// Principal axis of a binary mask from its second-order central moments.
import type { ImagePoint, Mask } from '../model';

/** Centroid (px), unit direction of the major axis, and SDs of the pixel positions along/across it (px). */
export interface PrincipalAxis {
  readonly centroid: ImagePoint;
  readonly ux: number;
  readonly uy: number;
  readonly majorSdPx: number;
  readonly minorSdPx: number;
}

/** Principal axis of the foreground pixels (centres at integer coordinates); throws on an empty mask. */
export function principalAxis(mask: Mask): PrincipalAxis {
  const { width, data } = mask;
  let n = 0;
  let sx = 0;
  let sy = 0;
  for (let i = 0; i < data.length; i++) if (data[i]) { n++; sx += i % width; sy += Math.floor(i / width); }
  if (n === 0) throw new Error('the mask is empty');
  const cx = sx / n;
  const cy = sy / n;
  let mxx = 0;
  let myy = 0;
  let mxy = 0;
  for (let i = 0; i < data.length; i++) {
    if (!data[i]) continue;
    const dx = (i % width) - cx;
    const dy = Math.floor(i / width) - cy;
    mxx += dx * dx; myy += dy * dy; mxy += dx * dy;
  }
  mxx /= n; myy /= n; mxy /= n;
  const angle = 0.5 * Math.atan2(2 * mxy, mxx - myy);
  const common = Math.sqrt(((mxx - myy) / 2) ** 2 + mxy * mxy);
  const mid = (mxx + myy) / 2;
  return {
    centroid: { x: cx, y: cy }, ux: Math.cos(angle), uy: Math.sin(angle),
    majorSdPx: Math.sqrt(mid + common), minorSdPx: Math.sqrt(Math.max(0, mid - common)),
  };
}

──────────────────────────────

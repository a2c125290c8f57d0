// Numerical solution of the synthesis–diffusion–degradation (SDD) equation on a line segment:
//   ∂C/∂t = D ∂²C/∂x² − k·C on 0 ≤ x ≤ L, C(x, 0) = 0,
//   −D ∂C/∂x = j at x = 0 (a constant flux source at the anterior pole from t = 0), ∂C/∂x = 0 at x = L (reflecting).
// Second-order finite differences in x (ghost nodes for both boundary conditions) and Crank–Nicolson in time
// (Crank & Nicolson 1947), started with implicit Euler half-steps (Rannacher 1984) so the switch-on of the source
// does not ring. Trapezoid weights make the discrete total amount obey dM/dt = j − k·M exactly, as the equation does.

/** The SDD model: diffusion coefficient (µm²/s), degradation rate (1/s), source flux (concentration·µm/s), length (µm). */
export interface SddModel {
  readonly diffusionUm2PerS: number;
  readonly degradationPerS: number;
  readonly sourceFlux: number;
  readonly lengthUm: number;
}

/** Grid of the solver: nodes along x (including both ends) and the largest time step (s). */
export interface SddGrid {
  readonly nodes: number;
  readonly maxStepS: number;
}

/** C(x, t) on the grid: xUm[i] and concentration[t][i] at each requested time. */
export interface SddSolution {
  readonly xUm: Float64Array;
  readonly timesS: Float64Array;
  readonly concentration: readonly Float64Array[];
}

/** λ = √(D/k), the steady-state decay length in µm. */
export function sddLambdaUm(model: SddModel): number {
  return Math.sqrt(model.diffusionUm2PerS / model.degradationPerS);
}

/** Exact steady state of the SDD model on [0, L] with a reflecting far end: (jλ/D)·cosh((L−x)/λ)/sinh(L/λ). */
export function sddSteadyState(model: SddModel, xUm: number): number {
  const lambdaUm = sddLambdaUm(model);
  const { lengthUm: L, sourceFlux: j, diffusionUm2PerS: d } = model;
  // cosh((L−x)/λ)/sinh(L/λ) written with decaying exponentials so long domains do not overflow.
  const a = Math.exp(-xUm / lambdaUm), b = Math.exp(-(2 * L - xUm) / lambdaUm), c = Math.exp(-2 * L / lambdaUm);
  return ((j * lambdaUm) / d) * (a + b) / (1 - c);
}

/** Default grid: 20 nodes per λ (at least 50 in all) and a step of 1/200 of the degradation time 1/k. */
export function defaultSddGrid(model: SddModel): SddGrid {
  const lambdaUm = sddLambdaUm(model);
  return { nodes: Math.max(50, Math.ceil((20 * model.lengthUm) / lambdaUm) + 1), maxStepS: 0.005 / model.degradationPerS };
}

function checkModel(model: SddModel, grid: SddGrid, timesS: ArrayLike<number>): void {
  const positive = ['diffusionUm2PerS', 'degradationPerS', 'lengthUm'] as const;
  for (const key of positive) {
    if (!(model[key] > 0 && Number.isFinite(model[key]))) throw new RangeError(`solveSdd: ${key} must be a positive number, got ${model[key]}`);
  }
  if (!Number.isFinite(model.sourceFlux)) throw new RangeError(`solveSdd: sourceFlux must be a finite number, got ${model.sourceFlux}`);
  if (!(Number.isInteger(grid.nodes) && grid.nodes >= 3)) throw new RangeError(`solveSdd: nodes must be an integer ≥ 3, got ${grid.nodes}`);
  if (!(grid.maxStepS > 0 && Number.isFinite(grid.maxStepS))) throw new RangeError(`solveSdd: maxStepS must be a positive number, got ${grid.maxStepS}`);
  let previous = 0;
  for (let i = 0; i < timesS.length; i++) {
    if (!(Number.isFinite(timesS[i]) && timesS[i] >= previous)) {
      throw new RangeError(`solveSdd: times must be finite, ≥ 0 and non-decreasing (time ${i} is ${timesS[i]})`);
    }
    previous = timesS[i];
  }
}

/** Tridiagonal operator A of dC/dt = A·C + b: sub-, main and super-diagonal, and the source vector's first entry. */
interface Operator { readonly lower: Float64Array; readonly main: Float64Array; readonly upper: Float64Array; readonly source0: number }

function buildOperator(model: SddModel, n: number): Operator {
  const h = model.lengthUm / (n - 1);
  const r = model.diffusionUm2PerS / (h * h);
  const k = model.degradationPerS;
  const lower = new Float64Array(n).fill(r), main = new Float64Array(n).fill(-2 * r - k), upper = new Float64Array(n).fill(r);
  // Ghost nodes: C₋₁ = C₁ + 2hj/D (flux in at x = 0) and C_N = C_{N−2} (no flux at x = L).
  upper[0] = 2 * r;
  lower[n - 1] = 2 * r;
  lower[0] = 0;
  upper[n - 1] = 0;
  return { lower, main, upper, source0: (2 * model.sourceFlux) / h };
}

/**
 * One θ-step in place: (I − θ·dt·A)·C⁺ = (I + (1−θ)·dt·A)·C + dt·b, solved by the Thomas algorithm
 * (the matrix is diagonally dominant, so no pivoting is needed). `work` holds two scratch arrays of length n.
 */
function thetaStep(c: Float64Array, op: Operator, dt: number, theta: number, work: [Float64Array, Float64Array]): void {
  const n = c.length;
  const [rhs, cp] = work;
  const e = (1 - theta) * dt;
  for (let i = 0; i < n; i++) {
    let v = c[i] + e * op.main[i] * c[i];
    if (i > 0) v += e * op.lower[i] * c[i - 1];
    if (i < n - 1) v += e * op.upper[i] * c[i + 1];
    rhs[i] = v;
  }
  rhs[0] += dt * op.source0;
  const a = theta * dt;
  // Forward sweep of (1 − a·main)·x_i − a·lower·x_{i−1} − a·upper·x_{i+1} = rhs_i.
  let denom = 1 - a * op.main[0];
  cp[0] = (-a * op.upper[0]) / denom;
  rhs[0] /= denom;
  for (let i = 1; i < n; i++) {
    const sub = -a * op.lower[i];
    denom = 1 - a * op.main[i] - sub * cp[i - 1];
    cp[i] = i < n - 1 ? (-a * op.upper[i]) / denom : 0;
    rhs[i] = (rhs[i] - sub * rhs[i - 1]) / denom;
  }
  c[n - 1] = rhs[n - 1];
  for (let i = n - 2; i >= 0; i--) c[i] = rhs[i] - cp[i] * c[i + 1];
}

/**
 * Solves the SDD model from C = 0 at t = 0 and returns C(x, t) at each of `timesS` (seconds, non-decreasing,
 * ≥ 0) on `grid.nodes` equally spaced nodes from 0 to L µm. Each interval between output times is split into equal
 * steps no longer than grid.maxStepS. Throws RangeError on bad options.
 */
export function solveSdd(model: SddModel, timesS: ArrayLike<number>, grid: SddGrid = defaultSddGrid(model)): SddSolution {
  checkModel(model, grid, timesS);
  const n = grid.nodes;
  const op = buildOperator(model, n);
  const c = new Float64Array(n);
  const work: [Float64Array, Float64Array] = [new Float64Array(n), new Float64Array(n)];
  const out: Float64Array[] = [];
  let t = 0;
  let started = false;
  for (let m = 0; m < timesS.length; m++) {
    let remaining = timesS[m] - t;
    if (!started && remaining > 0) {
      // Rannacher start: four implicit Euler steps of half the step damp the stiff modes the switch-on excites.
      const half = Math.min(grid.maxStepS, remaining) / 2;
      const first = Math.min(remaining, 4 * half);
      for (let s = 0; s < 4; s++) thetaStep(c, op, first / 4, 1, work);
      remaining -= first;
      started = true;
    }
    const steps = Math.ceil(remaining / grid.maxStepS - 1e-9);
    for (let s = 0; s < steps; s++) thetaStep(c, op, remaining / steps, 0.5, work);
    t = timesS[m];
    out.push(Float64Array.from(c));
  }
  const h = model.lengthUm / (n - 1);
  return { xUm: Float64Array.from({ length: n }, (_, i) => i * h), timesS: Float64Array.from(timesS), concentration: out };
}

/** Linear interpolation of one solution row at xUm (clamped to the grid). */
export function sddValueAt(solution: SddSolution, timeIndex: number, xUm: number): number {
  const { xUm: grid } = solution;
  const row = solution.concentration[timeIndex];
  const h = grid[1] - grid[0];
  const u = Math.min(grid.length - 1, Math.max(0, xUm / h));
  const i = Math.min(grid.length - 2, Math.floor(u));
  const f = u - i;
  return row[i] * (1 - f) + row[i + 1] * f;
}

──────────────────────────────

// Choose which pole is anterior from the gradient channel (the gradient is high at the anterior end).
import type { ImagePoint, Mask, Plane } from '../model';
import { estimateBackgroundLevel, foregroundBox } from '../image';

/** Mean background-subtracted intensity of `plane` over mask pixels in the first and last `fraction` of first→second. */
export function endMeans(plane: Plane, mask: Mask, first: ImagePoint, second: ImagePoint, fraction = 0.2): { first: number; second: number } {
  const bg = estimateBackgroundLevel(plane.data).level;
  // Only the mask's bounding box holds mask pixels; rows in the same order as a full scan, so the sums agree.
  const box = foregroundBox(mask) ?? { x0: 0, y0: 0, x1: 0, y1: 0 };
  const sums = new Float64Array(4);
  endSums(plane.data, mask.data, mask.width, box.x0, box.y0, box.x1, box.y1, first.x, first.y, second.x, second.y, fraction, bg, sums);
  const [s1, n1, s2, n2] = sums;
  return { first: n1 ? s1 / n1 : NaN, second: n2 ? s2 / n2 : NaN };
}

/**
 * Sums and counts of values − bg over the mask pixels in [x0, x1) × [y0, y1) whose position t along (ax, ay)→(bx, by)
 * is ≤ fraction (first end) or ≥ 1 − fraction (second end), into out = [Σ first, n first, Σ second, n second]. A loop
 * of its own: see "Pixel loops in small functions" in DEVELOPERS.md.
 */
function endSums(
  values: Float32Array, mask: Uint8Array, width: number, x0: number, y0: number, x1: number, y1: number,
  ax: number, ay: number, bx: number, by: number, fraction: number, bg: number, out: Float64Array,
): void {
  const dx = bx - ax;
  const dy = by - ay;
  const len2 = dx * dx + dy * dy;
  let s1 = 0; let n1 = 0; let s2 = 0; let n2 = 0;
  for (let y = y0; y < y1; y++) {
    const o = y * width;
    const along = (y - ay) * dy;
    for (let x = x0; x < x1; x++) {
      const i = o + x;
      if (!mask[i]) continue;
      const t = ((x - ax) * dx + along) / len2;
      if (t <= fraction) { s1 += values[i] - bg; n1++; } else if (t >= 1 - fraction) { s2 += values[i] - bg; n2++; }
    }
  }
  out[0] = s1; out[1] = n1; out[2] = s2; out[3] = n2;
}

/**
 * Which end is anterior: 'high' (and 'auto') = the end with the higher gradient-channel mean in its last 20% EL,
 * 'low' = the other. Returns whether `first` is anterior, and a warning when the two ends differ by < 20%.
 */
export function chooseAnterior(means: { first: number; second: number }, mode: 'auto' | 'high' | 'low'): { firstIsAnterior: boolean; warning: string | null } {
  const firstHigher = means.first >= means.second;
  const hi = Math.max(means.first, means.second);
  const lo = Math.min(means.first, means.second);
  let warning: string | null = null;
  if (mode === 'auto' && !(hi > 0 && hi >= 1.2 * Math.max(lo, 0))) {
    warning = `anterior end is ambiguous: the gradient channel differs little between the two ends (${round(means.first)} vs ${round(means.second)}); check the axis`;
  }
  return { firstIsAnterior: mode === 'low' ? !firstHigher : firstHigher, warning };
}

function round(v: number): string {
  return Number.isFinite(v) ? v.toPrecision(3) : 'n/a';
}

──────────────────────────────

Find how many lines in the listing hold "endSums", and reply with that number only.

Written solution:
2